Filter the lines below, keeping each one that holds "every".
[Available data Boundary: Start]
// SPDX-License-Identifier: MIT
// The circuit's line, and the speed at which a car can be driven round it.
#pragma once

#include <vector>

#include "firmware_host/car/parameters.hpp"

namespace holdfast::sim {

class Circuit {
  public:
    explicit Circuit(const CircuitParameters& parameters);

    [[nodiscard]] double length_m() const { return length_m_; }
    // Lap distance of any distance since the start.
    [[nodiscard]] double lap_distance_m(double distance_m) const;
    // Segment at a lap distance.
    [[nodiscard]] const Segment& segment(double lap_distance_m) const;
    [[nodiscard]] double transition_m() const { return parameters_.transition_m; }
    // Slope (uphill positive), and curvature of the road in the vertical plane (dips positive).
    [[nodiscard]] double grade(double lap_distance_m) const;
    [[nodiscard]] double dip_pm(double lap_distance_m) const;

  private:
    CircuitParameters parameters_;
    std::vector<double> ends_m_;
    double length_m_ = 0.0;
};

// What the speed plan has to know of the car.
struct Capability {
    double mass_kg = 800.0;
    double downforce_area_m2 = 4.0;  // in corners and under the brakes
    double drag_area_m2 = 1.2;       // on straights
    double air_density_kgpm3 = 1.2;
};

// Highest speed at each metre of the lap from which the next corners can still be made, and the braking
// zones.
class SpeedPlan {
  public:
    SpeedPlan(const Circuit& circuit, const DriverParameters& driver, const Capability& car);

    // Also for lap distances beyond the lap's end.
    [[nodiscard]] double limit_mps(double lap_distance_m) const;
    // Deceleration that the brakes are used for at a speed.
    [[nodiscard]] double braking_mps2(double speed_mps) const;
    // Braking zone, from 1 by lap distance, in which a car that brakes next will brake; 0 where there is
    // none.
    [[nodiscard]] int zone_ahead(double lap_distance_m) const;
    // Whether that zone comes only after the line.
    [[nodiscard]] bool zone_is_next_lap(double lap_distance_m) const {
        return zone_end_m_.empty() || lap_distance_m > zone_end_m_.back();
    }
    [[nodiscard]] int zones() const { return static_cast<int>(zone_end_m_.size()); }

  private:
    [[nodiscard]] double corner_speed_mps(double curvature_pm) const;
    void find_zones();

    DriverParameters driver_;
    Capability car_;
    std::vector<double> limit_mps_;   // one a metre
    std::vector<double> zone_end_m_;  // where each zone's braking ends
};

}  // namespace holdfast::sim
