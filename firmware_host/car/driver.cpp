// SPDX-License-Identifier: MIT
#include "firmware_host/car/driver.hpp"

#include <algorithm>
#include <cmath>

namespace holdfast::sim {
namespace {

// From one value to another with a first-order lag.
double follow(double value, double target, double dt_s, double time_constant_s) {
    return value + (target - value) * (1.0 - std::exp(-dt_s / time_constant_s));
}

constexpr double kSpeedGainPs = 8.0;  // deceleration asked for by speed over the plan, 1/s
constexpr double kLeastOpenS = 1.5;   // the flap is not opened for less than this before the brakes

}  // namespace

Driver::Driver(const Scenario& scenario, const Circuit& circuit, const Capability& car)
    : parameters_(scenario.driver),
      flap_(scenario.flap),
      planned_(scenario.planned),
      circuit_(circuit),
      plan_(circuit, scenario.driver, car),
      random_(scenario.seed, Stream::driver),
      flap_random_(scenario.seed, Stream::flap) {
    flap_wait_s_ = parameters_.flap_wait_s;
}

void Driver::step(const DriverView& view, double dt_s) {
    decide(view);
    work_flap(view, dt_s);
    work_throttle(view, dt_s);
    work_brakes(view, dt_s);
}

void Driver::decide(const DriverView& view) {
    const bool corner_here = circuit_.segment(view.lap_distance_m).curvature_pm != 0.0;
    switch (doing_) {
        case Doing::rolling_out:
            if (view.time_s >= parameters_.roll_out_s) {
                doing_ = Doing::full_throttle;
                plan_straight(view);
            }
            break;
        case Doing::full_throttle:
        case Doing::lifting:
            if (in_corner_ && !corner_here)
                plan_straight(view);  // came out of a corner that needed no brakes
            in_corner_ = corner_here;
            if (brakes_within(0.0, view)) {
                braking_s_ = 0.0;
                doing_ = planned_braking_mps2(view) > 0.0 ? Doing::braking : Doing::cornering;
            } else if (parameters_.lift_s > 0.0 && brakes_within(parameters_.lift_s, view)) {
                doing_ = Doing::lifting;
            }
            break;
        case Doing::braking:
            in_corner_ = in_corner_ || corner_here;
            if (view.speed_mps <= limit_mps(view) + 0.3 && planned_braking_mps2(view) <= 0.0) {
                doing_ = Doing::cornering;
            }
            break;
        case Doing::cornering:
            in_corner_ = in_corner_ || corner_here;
            if (in_corner_ && planned_braking_mps2(view) > 0.0 && view.speed_mps > limit_mps(view)) {
                braking_s_ = 0.0;
                doing_ = Doing::braking;
            } else if (in_corner_ && !corner_here) {
                doing_ = Doing::full_throttle;
                in_corner_ = false;
                plan_straight(view);
            }
            break;
    }
}

double Driver::limit_mps(const DriverView& view) const {
    return plan_.limit_mps(view.lap_distance_m + std::max(0.0, brake_shift_m_));
}

// How hard the plan brakes here.
double Driver::planned_braking_mps2(const DriverView& view) const {
    const double ahead = view.lap_distance_m + std::max(0.0, brake_shift_m_);
    return std::max(0.0, plan_.limit_mps(ahead) - plan_.limit_mps(ahead + 1.0)) * view.speed_mps;
}

// What will be done on the straight that begins, and at its end.
void Driver::plan_straight(const DriverView& view) {
    const int zone = plan_.zone_ahead(view.lap_distance_m);
    full_throttle_s_ = 0.0;
    brake_shift_m_ = random_.normal(0.0, parameters_.brake_point_sd_m);
    flap_wait_s_ = std::max(0.1, random_.normal(parameters_.flap_wait_s, parameters_.flap_wait_sd_s));
    gap_s_ = random_.uniform(parameters_.gap_least_s, parameters_.gap_most_s);
    keep_shut_ = false;
    closed_here_ = false;
    draw_closing(zone);
    const int lap = view.lap + (plan_.zone_is_next_lap(view.lap_distance_m) ? 1 : 0);
    if (const PlannedClosing* plan = planned(lap, zone)) {
        if (!std::isnan(plan->gap_s)) gap_s_ = plan->gap_s;
        if (!std::isnan(plan->closing_time_s)) closing_.travel_s = plan->closing_time_s;
        if (!std::isnan(plan->plateau)) closing_.plateau = plan->plateau;
        if (!std::isnan(plan->tau_factor)) {
            closing_.tau_chords = flap_.tau_chords * plan->tau_factor;
            closing_.slow = plan->tau_factor > 1.6;
        }
        keep_shut_ = plan->keep_shut;
    }
}

void Driver::draw_closing(int zone) {
    const auto& by_zone = parameters_.zone_slow_probability;
    const bool zone_known = zone >= 1 && static_cast<std::size_t>(zone) <= by_zone.size();
    const double slow_probability =
        zone_known ? by_zone[static_cast<std::size_t>(zone - 1)] : parameters_.slow_probability;
    // Every number is drawn every time, so that one probability does not move all later closings.
    const bool slow = flap_random_.happens(slow_probability);
    const bool part = flap_random_.happens(parameters_.part_probability);
    const double slow_factor = flap_random_.uniform(parameters_.slow_least, parameters_.slow_most);
    const double plateau = flap_random_.uniform(parameters_.part_least, parameters_.part_most);
    const double scatter = std::exp(flap_.tau_scatter * flap_random_.normal());
    closing_.travel_s =
        flap_random_.uniform(parameters_.closing_time_least_s, parameters_.closing_time_most_s);
    closing_.tau_chords = flap_.tau_chords * scatter * (slow ? slow_factor : 1.0);
    closing_.plateau = part ? plateau : 1.0;
    closing_.slow = slow;
}

const PlannedClosing* Driver::planned(int lap, int zone) const {
    for (const PlannedClosing& plan : planned_) {
        if (plan.lap == lap && plan.zone == zone) return &plan;
    }
    return nullptr;
}

bool Driver::brakes_within(double seconds, const DriverView& view) const {
    const double speed = view.speed_mps + view.accel_mps2 * seconds;
    const double distance = 0.5 * (view.speed_mps + speed) * seconds;
    return speed > plan_.limit_mps(view.lap_distance_m + std::max(0.0, distance + brake_shift_m_));
}

void Driver::work_flap(const DriverView& view, double dt_s) {
    const double lead_s = flap_.actuator_delay_s + closing_.travel_s + gap_s_;
    if (controls_.flap_open) {
        if (doing_ != Doing::full_throttle || brakes_within(lead_s, view)) {
            controls_.flap_open = false;
            closed_here_ = true;
        }
        return;
    }
    const bool flat_out = doing_ == Doing::full_throttle && controls_.throttle >= 1.0;
    full_throttle_s_ = flat_out ? full_throttle_s_ + dt_s : 0.0;
    controls_.flap_open = full_throttle_s_ > flap_wait_s_ && !keep_shut_ && !closed_here_ &&
                          circuit_.segment(view.lap_distance_m).flap_allowed &&
                          clear_for(lead_s + kLeastOpenS, view);
}

bool Driver::clear_for(double seconds, const DriverView& view) const {
    constexpr double kLookS = 0.1;
    for (double t = 0.0; t < seconds; t += kLookS) {
        if (brakes_within(t, view)) return false;
    }
    return !brakes_within(seconds, view);
}

void Driver::work_throttle(const DriverView& view, double dt_s) {
    double asked = 0.0;
    const double full_n = full_drive_n(view);
    switch (doing_) {
        case Doing::full_throttle:
            asked = std::min(1.0, controls_.throttle + dt_s / parameters_.throttle_rise_s);
            break;
        case Doing::rolling_out:
        case Doing::cornering: {
            const double target = doing_ == Doing::rolling_out ? parameters_.start_speed_mps
                                                               : plan_.limit_mps(view.lap_distance_m);
            const double force = view.resistance_n + 2.0 * view.mass_kg * (target - view.speed_mps);
            asked = std::clamp(force / std::max(1.0, full_n), 0.0, 1.0);
            break;
        }
        case Doing::lifting:
        case Doing::braking:
            break;
    }
    constexpr double kFootS = 0.012;
    controls_.throttle =
        doing_ == Doing::full_throttle ? asked : follow(controls_.throttle, asked, dt_s, kFootS);
    shift(view);
    const bool cut = view.time_s < shift_until_s_;
    const double engine_n = -parameters_.engine_braking_n * std::min(1.0, view.speed_mps / 60.0);
    const double target_n = cut ? engine_n : engine_n + controls_.throttle * (full_n - engine_n);
    constexpr double kDriveLineS = 0.004;
    controls_.drive_force_n = follow(controls_.drive_force_n, target_n, dt_s, kDriveLineS);
}

double Driver::full_drive_n(const DriverView& view) const {
    // Power sags a little at both ends of a gear's range.
    const auto& speeds = parameters_.shift_speeds_mps;
    const double top = gear_ < speeds.size() ? speeds[gear_] : 1.2 * (speeds.empty() ? 90.0 : speeds.back());
    const double off_peak = (view.speed_mps / top - 0.93) / 0.25;
    const double power_w = parameters_.power_w * std::max(0.7, 1.0 - 0.06 * off_peak * off_peak);
    return std::min(
        {parameters_.drive_limit_n, view.traction_limit_n, power_w / std::max(5.0, view.speed_mps)});
}

void Driver::shift(const DriverView& view) {
    const auto& speeds = parameters_.shift_speeds_mps;
    if (doing_ == Doing::full_throttle && gear_ < speeds.size() && view.speed_mps > speeds[gear_]) {
        ++gear_;
        shift_until_s_ = view.time_s + parameters_.shift_time_s;
    }
    while (gear_ > 0 && view.speed_mps < 0.9 * speeds[gear_ - 1]) --gear_;
}

void Driver::work_brakes(const DriverView& view, double dt_s) {
    constexpr double kReleaseS = 0.015;
    if (doing_ != Doing::braking) {
        controls_.brake_pressure_pa = follow(controls_.brake_pressure_pa, 0.0, dt_s, kReleaseS);
        if (controls_.brake_pressure_pa < 100.0) controls_.brake_pressure_pa = 0.0;
        return;
    }
    braking_s_ += dt_s;
    const double over_mps = view.speed_mps - limit_mps(view);
    const double asked_mps2 = std::clamp(planned_braking_mps2(view) + kSpeedGainPs * over_mps, 0.0,
                                         1.05 * plan_.braking_mps2(view.speed_mps));
    const double force_n = view.mass_kg * asked_mps2 - view.resistance_n + controls_.drive_force_n;
    const double risen = std::min(1.0, braking_s_ / parameters_.brake_rise_s);
    const double target_pa = risen * std::max(0.0, force_n) / parameters_.brake_gain_nppa;
    constexpr double kLegS = 0.008;
    controls_.brake_pressure_pa = follow(controls_.brake_pressure_pa, target_pa, dt_s, kLegS);
}

}  // namespace holdfast::sim
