// SPDX-License-Identifier: MIT
// The driver: full throttle on straights with the flap open, flap shut and brakes before corners, steady
// speed through them. Times and places scatter from lap to lap.
#pragma once

#include <cstdint>
#include <vector>

#include "firmware_host/car/circuit.hpp"
#include "firmware_host/car/flap.hpp"
#include "firmware_host/car/scenario.hpp"

namespace holdfast::sim {

// What the driver sees and feels.
struct DriverView {
    double time_s = 0.0;
    double speed_mps = 0.0;
    double accel_mps2 = 0.0;
    double lap_distance_m = 0.0;
    int lap = 1;
    double mass_kg = 800.0;
    double resistance_n = 0.0;      // drag, rolling and grade
    double traction_limit_n = 1e4;  // of the driven tyres
};

struct Controls {
    double throttle = 0.0;       // 0..1
    double drive_force_n = 0.0;  // at the road; negative by the engine's braking
    double brake_pressure_pa = 0.0;
    bool flap_open = false;
};

class Driver {
  public:
    Driver(const Scenario& scenario, const Circuit& circuit, const Capability& car);

    void step(const DriverView& view, double dt_s);

    [[nodiscard]] const Controls& controls() const { return controls_; }
    // How the flap closes when its command falls next, or did fall last.
    [[nodiscard]] const Closing& closing() const { return closing_; }
    [[nodiscard]] int zone_ahead(double lap_distance_m) const { return plan_.zone_ahead(lap_distance_m); }

  private:
    enum class Doing : std::uint8_t { rolling_out, full_throttle, lifting, braking, cornering };

    void decide(const DriverView& view);
    void plan_straight(const DriverView& view);
    void draw_closing(int zone);
    [[nodiscard]] const PlannedClosing* planned(int lap, int zone) const;
    [[nodiscard]] double limit_mps(const DriverView& view) const;
    [[nodiscard]] double planned_braking_mps2(const DriverView& view) const;
    // Whether the speed expected in so many seconds is over the plan there; and whether none is until then.
    [[nodiscard]] bool brakes_within(double seconds, const DriverView& view) const;
    [[nodiscard]] bool clear_for(double seconds, const DriverView& view) const;
    void work_flap(const DriverView& view, double dt_s);
    void work_throttle(const DriverView& view, double dt_s);
    void work_brakes(const DriverView& view, double dt_s);
    void shift(const DriverView& view);
    [[nodiscard]] double full_drive_n(const DriverView& view) const;

    DriverParameters parameters_;
    FlapParameters flap_;
    std::vector<PlannedClosing> planned_;
    const Circuit& circuit_;
    SpeedPlan plan_;
    Random random_;
    Random flap_random_;

    Doing doing_ = Doing::rolling_out;
    Controls controls_;
    Closing closing_;
    bool in_corner_ = false;  // now, or since the last braking
    bool keep_shut_ = false;
    bool closed_here_ = false;    // the flap was open on this straight already
    double brake_shift_m_ = 0.0;  // this lap's brake point against the plan's, positive earlier
    double gap_s_ = 0.2;          // flap shut to brake onset
    double flap_wait_s_ = 1.0;
    double full_throttle_s_ = 0.0;
    double braking_s_ = 0.0;
    std::size_t gear_ = 0;
    double shift_until_s_ = -1.0;
};

}  // namespace holdfast::sim
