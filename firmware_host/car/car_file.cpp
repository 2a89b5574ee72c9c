// SPDX-License-Identifier: MIT
#include "firmware_host/car/car_file.hpp"

#include <cstdio>
#include <numbers>

#include "firmware_host/car/random.hpp"

namespace holdfast::sim {
namespace {

// Writes keys with the workshop's errors. The standard uncertainties are the car file's defaults.
class Workshop {
  public:
    Workshop(std::uint64_t seed, double scale) : random_(seed, Stream::workshop), scale_(scale) {}

    void heading(const char* name) { text_ += std::string("\n[") + name + "]\n"; }
    void exact(const char* key, double value) { line(key, value); }
    void relative(const char* key, double value, double sd_share) {
        line(key, value * (1.0 + error(sd_share)));
    }
    void absolute(const char* key, double value, double sd) { line(key, value + error(sd)); }
    double error(double sd) { return scale_ * sd * random_.normal(); }
    std::string& text() { return text_; }

  private:
    void line(const char* key, double value) {
        char line_text[96];
        std::snprintf(line_text, sizeof line_text, "%s = %#.7g\n", key, value);
        text_ += line_text;
    }

    Random random_;
    double scale_;
    std::string text_;
};

// Damping as a workshop quotes it: mean of bump and rebound at the knee, force over speed.
double quoted_damping(const AxleParameters& axle) {
    const double share = axle.damping_fast_share + 0.5 * (1.0 - axle.damping_fast_share);
    return 0.5 * (axle.damping_bump_nspm + axle.damping_rebound_nspm) * share;
}

void write_axle(Workshop& workshop, const AxleParameters& axle) {
    workshop.exact("track", axle.track_m);
    workshop.relative("unsprung_mass", axle.unsprung_mass_kg, 0.05);
    workshop.relative("wheel_rate", axle.wheel_rate_npm, 0.03);
    workshop.relative("anti_roll_rate", axle.anti_roll_rate_npm, 0.05);
    workshop.relative("damping", quoted_damping(axle), 0.15);
    workshop.relative("tyre_rate", axle.tyre_rate_npm, 0.05);
}

}  // namespace

std::string car_file_text(const Scenario& scenario, double error_scale) {
    const ChassisParameters& car = scenario.chassis;
    Workshop workshop(scenario.seed, error_scale);
    workshop.text() = "# SI units. Values as a workshop would have measured them.\n[car]\nname = \"" +
                      scenario.car_name + "\"\n";
    workshop.relative("mass", car.mass_kg, 0.005);
    workshop.relative("fuel_per_lap", car.fuel_per_lap_kg, 0.10);
    workshop.exact("wheelbase", car.wheelbase_m);
    workshop.relative("front_weight_share", car.front_weight_share, 0.004);
    workshop.relative("cg_height", car.cg_height_m, 0.05);
    workshop.relative("pitch_inertia", car.pitch_inertia_kgm2, 0.10);
    workshop.relative("roll_inertia", car.roll_inertia_kgm2, 0.10);
    workshop.relative("rolling_resistance", car.rolling_resistance, 0.10);
    workshop.heading("front");
    write_axle(workshop, car.front);
    workshop.absolute("anti_dive", car.front.anti_brake_share, 0.03);
    workshop.heading("rear");
    write_axle(workshop, car.rear);
    workshop.absolute("anti_lift", car.rear.anti_brake_share, 0.03);
    workshop.absolute("anti_squat", car.rear.anti_squat_share, 0.03);
    workshop.heading("flap");
    workshop.exact("chord", scenario.flap.chord_m);
    constexpr double kDegrees = 180.0 / std::numbers::pi;
    workshop.absolute("closed_angle", scenario.flap.angle_closed_rad * kDegrees, 0.3);
    workshop.absolute("open_angle", scenario.flap.angle_open_rad * kDegrees, 0.3);
    workshop.heading("ride_height");
    for (const RideHeightPlace& place : scenario.ride_heights) {
        char line[160];
        std::snprintf(line, sizeof line, "%s = { static = %.5f, x = %.3f, y = %.3f }\n", place.name.c_str(),
                      place.static_m + workshop.error(0.0005), place.x_m, place.y_m);
        workshop.text() += line;
    }
    workshop.relative("tyre_growth", car.tyre_growth_s2pm, 0.20);
    return workshop.text();
}

}  // namespace holdfast::sim
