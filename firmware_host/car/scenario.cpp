// SPDX-License-Identifier: MIT
#include "firmware_host/car/scenario.hpp"

#include <algorithm>
#include <charconv>
#include <stdexcept>

#include "firmware_host/car/families.hpp"

namespace holdfast::sim {
namespace {

struct Family {
    std::string_view word;
    std::string_view car;  // what such a car is called
    std::string_view help;
    void (*draw)(Scenario&, Random&);
};

constexpr Family kFamilies[] = {
    {"open_wheel", "Plover", "light, stiff, 5 g brakes, large flap", draw_open_wheel},
    {"prototype", "Curlew", "1000 kg, closed wheels, smaller flap, 4 g brakes", draw_prototype},
    {"heavy_closed", "Bittern", "1350 kg, tall, little downforce, 3 g brakes, slow flap", draw_heavy_closed},
};

// What the variants that act before the sensors are drawn leave behind.
struct Wishes {
    double sensor_scale = 1.0;
    bool extra_sensors = false;
    bool bare = false;
};

struct Variant {
    std::string_view word;
    std::string_view help;
    void (*apply)(Scenario&, Wishes&);
};

constexpr Variant kVariants[] = {
    {"calm", "no wind, no gusts", [](Scenario& s, Wishes&) { s.air.wind_mps = s.air.gust_sd_mps = 0.0; }},
    {"windy", "7 m/s with gusts of 1.2 m/s",
     [](Scenario& s, Wishes&) {
         s.air.wind_mps = 7.0;
         s.air.gust_sd_mps = 1.2;
     }},
    {"smooth", "new asphalt, no kerbs",
     [](Scenario& s, Wishes&) {
         s.road.roughness_m3 = 0.5e-6;
         s.circuit.kerbs.clear();
     }},
    {"rough", "as rough as a circuit gets", [](Scenario& s, Wishes&) { s.road.roughness_m3 = 8e-6; }},
    {"noisy", "sensors two and a half times as bad", [](Scenario&, Wishes& w) { w.sensor_scale = 2.5; }},
    {"perfect", "sensors without errors but their steps", [](Scenario&, Wishes& w) { w.sensor_scale = 0.0; }},
    {"full", "with accel_z, pitot, heading and yaw rate",
     [](Scenario&, Wishes& w) { w.extra_sensors = true; }},
    {"bare", "only the channels that are needed", [](Scenario&, Wishes& w) { w.bare = true; }},
    {"tight", "brakes 30 to 100 ms after the flap is shut",
     [](Scenario& s, Wishes&) {
         s.driver.gap_least_s = 0.03;
         s.driver.gap_most_s = 0.10;
     }},
    {"healthy", "every closing as usual",
     [](Scenario& s, Wishes&) { s.driver.slow_probability = s.driver.part_probability = 0.0; }},
    {"sick", "four closings in ten slow, one in ten settles short of whole",
     [](Scenario& s, Wishes&) {
         s.driver.slow_probability = 0.4;
         s.driver.part_probability = 0.1;
     }},
    {"first", "flow comes back to first order",
     [](Scenario& s, Wishes&) { s.flap.shape = Reattachment::first_order; }},
    {"point", "flow comes back by a moving separation point",
     [](Scenario& s, Wishes&) { s.flap.shape = Reattachment::separation_point; }},
    {"tail", "flow comes back with a slow tail",
     [](Scenario& s, Wishes&) { s.flap.shape = Reattachment::slow_tail; }},
    {"peaked", "downforce peaks at a ride height that the car passes as the flap closes",
     [](Scenario& s, Wishes&) {
         s.aero.front.best_height_m = 0.20 * s.aero.floor_front_m;
         s.aero.front.width_m = 0.018;
         s.aero.rear.best_height_m = 0.46 * s.aero.floor_rear_m;
         s.aero.rear.width_m = 0.030;
     }},
    {"demo", "3 laps, 8 closings: two slow, one of these with the brakes close behind",
     [](Scenario& s, Wishes&) {
         s.laps = 3;
         s.driver.slow_probability = 0.0;
         PlannedClosing slow_in_time{.lap = 2, .zone = 3};
         slow_in_time.tau_factor = 2.4;
         slow_in_time.gap_s = 0.42;
         PlannedClosing slow_and_short{.lap = 3, .zone = 1};
         slow_and_short.tau_factor = 3.0;
         slow_and_short.gap_s = 0.10;
         s.planned = {slow_in_time, slow_and_short, {.lap = 1, .zone = 1, .keep_shut = true}};
     }},
    {"long", "20 laps", [](Scenario& s, Wishes&) { s.laps = 20; }},
};

bool needed(std::size_t channel) {
    const auto c = static_cast<Channel>(channel);
    return is_ride_height(c) || c == Channel::speed || c == Channel::flap_position ||
           (c >= Channel::load_fl && c <= Channel::load_rr);
}

void draw_surroundings(Scenario& s, Random& random) {
    s.circuit = draw_circuit(3 + (random.happens(0.3) ? 1 : 0), random.uniform(820.0, 1150.0), random);
    s.circuit.name = "Weidenring";
    s.road.roughness_m3 = 1e-6 * std::pow(10.0, random.uniform(-0.15, 0.55));
    s.road.left_right_correlation = random.uniform(0.4, 0.8);
    s.air.temperature_k = random.uniform(283.0, 308.0);
    s.air.pressure_pa = random.uniform(95e3, 102.5e3);
    s.air.relative_humidity = random.uniform(0.25, 0.85);
    s.air.wind_mps = random.uniform(0.0, 5.0);
    s.air.wind_from_rad = random.uniform(0.0, 6.283);
    s.air.gust_sd_mps = random.uniform(0.2, 0.7);
    s.air.gust_time_s = random.uniform(0.8, 3.0);
}

[[noreturn]] void unknown_word(std::string_view word, std::string_view name) {
    throw std::invalid_argument("scenario \"" + std::string(name) + "\": \"" + std::string(word) +
                                "\" is not known; expected FAMILY[-VARIANT]... of\n" + scenario_help());
}

std::vector<std::string_view> split(std::string_view text, char at) {
    std::vector<std::string_view> parts;
    for (;;) {
        const auto end = text.find(at);
        parts.push_back(text.substr(0, end));
        if (end == std::string_view::npos) return parts;
        text.remove_prefix(end + 1);
    }
}

template <class Row, std::size_t n>
const Row* find(const Row (&rows)[n], std::string_view word) {
    const auto* row =
        std::find_if(std::begin(rows), std::end(rows), [&](const Row& r) { return r.word == word; });
    return row == std::end(rows) ? nullptr : row;
}

}  // namespace

Scenario make_scenario(std::string_view name, std::uint64_t seed) {
    const auto words = split(name, '-');
    const Family* family = find(kFamilies, words.front());
    if (family == nullptr) unknown_word(words.front(), name);
    Scenario s;
    s.name = name;
    s.seed = seed;
    s.car_name = std::string(family->car) + " " + std::to_string(seed);
    Random random(seed, Stream::car);
    family->draw(s, random);
    Random around(seed, Stream::circuit);
    draw_surroundings(s, around);
    Wishes wishes;
    for (std::size_t i = 1; i < words.size(); ++i) {
        const Variant* variant = find(kVariants, words[i]);
        if (variant == nullptr) unknown_word(words[i], name);
        variant->apply(s, wishes);
    }
    s.sensors = draw_sensors(s.ride_heights.size(), wishes.sensor_scale, random);
    if (wishes.extra_sensors) fit_extra_sensors(s.sensors, wishes.sensor_scale, random);
    for (std::size_t i = 0; i < kChannelCount; ++i) {
        if (wishes.bare && !needed(i)) s.sensors[i].fitted = false;
    }
    return s;
}

std::string scenario_help() {
    std::string text;
    const auto line = [&text](std::string_view word, std::string_view help) {
        text += "  " + std::string(word) + std::string(16 - std::min<std::size_t>(15, word.size()), ' ') +
                std::string(help) + '\n';
    };
    text += "families:\n";
    for (const Family& family : kFamilies) line(family.word, family.help);
    text += "variants:\n";
    for (const Variant& variant : kVariants) line(variant.word, variant.help);
    return text;
}

}  // namespace holdfast::sim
[Available data Boundary: End]
◆ **Output of the exercise**
    // Every number is drawn every time, so that one probability does not move all later closings.
    {"healthy", "every closing as usual",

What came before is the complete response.